(Provided data Opens)

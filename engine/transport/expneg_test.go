package transport

import (
	"math"
	"math/rand/v2"
	"testing"
)

// expNeg against the standard library's math.Exp (the reference; the Go
// math package documents its error as < 1 ulp) over the whole range used.
func TestExpNeg(t *testing.T) {
	rng := rand.New(rand.NewPCG(3, 4))
	check := func(x float64) {
		got, want := expNeg(x), math.Exp(x)
		if want == 0 {
			if got != 0 {
				t.Fatalf("expNeg(%g) = %g, want 0", x, got)
			}
			return
		}
		// 4 ulp, and a relative bound for subnormal results
		if d := math.Abs(got - want); d > 4*(math.Nextafter(want, math.Inf(1))-want) && d > 1e-15*want {
			t.Fatalf("expNeg(%g) = %.17g, want %.17g", x, got, want)
		}
	}
	for _, x := range []float64{0, -0.0, 1e-300, -1e-300, -1e-10, -0.3465, -0.3466, -1, -708.3, -709, -740, -745, -746, -1e6, math.Inf(-1)} {
		check(x)
	}
	for i := 0; i < 200000; i++ {
		check(-750 * rng.Float64() * rng.Float64())
	}
}

func BenchmarkExpNeg(b *testing.B) {
	x := -0.3
	for b.Loop() {
		sinkF += expNeg(x)
		x -= 1e-9
	}
}

func BenchmarkMathExp(b *testing.B) {
	x := -0.3
	for b.Loop() {
		sinkF += math.Exp(x)
		x -= 1e-9
	}
}
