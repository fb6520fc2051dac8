package transport

import (
	"math"
	"strconv"
	"testing"

	"drawsift/engine/internal/reftable"
)

// TestSciPyCrossSolve compares Solve with an independent implementation of
// the same equations solved by scipy.optimize.brentq (testdata/flux_scipy.py;
// Python and SciPy versions in the CSV header): both orientations, with and
// without external CP, B = 0 to 2 LMH, two S, ΔP from −3 to 40 bar
// (reverse flow included), van 't Hoff and non-linear π, and pure-water,
// same-solute and different-solute feeds. Jw and the solute fluxes must
// agree to 1e-6 relative (the script's root is good to ~1e-15).
func TestSciPyCrossSolve(t *testing.T) {
	head, rows, err := reftable.Read("../../testdata/flux_scipy.csv")
	if err != nil {
		t.Fatal(err)
	}
	if len(rows) < 1000 {
		t.Fatalf("only %d rows", len(rows))
	}
	law := func(model string, nu float64) OsmoticFunc {
		if model == "linear" {
			return vantHoff(nu)
		}
		return nonlinear(nu)
	}
	worstJw, worstJs := 0.0, 0.0
	for n, row := range rows {
		num := func(col string) float64 {
			i, ok := head[col]
			if !ok {
				t.Fatalf("no column %q", col)
			}
			v, err := strconv.ParseFloat(row[i], 64)
			if err != nil {
				t.Fatalf("row %d %s: %v", n, col, err)
			}
			return v
		}
		ori, err := ParseOrientation(row[head["orientation"]])
		if err != nil {
			t.Fatal(err)
		}
		k := num("k_m_per_s")
		in := &Input{AMPerSPa: num("a_m_per_s_pa"), SM: num("s_m"), Orientation: ori, DeltaPPa: num("delta_p_pa"),
			KDrawMPerS: k, KFeedMPerS: k,
			Species: []Species{{DrawBulkMolPerM3: num("draw_c_mol_m3"), FeedBulkMolPerM3: num("feed_same_c_mol_m3"),
				BMPerS: num("draw_b_m_per_s"), DM2PerS: num("draw_d_m2_per_s"), Pi: law(row[head["draw_model"]], num("draw_nu"))}}}
		if row[head["feed_kind"]] == "other" {
			in.Species = append(in.Species, Species{FeedBulkMolPerM3: num("other_feed_c_mol_m3"),
				BMPerS: num("other_b_m_per_s"), DM2PerS: num("other_d_m2_per_s"), Pi: law(row[head["other_model"]], num("other_nu"))})
		}
		r, err := Solve(in)
		if err != nil {
			t.Fatalf("row %d: %v", n, err)
		}
		jw, js := num("jw_m_per_s"), num("js_mol_per_m2_s")
		// Fluxes that vanish (B = 0) are compared absolutely at a scale far
		// below any measurable flux.
		if !closeTo(r.JwMPerS, jw, 1e-6, 1e-15) {
			t.Errorf("row %d: Jw = %.10g, SciPy %.10g", n, r.JwMPerS, jw)
		}
		if !closeTo(r.JsMolPerM2S, js, 1e-6, 1e-15) {
			t.Errorf("row %d: Js = %.10g, SciPy %.10g", n, r.JsMolPerM2S, js)
		}
		if len(in.Species) == 2 {
			if no := num("n_other_mol_per_m2_s"); !closeTo(r.Species[1].FluxMolPerM2S, no, 1e-6, 1e-15) {
				t.Errorf("row %d: N_feed = %.10g, SciPy %.10g", n, r.Species[1].FluxMolPerM2S, no)
			}
		}
		worstJw = math.Max(worstJw, math.Abs(r.JwMPerS-jw)/math.Abs(jw))
		if js != 0 {
			worstJs = math.Max(worstJs, math.Abs(r.JsMolPerM2S-js)/math.Abs(js))
		}
	}
	t.Logf("%d rows: worst relative difference Jw %.2g, Js %.2g", len(rows), worstJw, worstJs)
}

(Provided data Closes)

Required action: From the entries, copy out each line containing the word "rows".

Exercise answer:
	head, rows, err := reftable.Read("../../testdata/flux_scipy.csv")
	if len(rows) < 1000 {
		t.Fatalf("only %d rows", len(rows))
	for n, row := range rows {
	t.Logf("%d rows: worst relative difference Jw %.2g, Js %.2g", len(rows), worstJw, worstJs)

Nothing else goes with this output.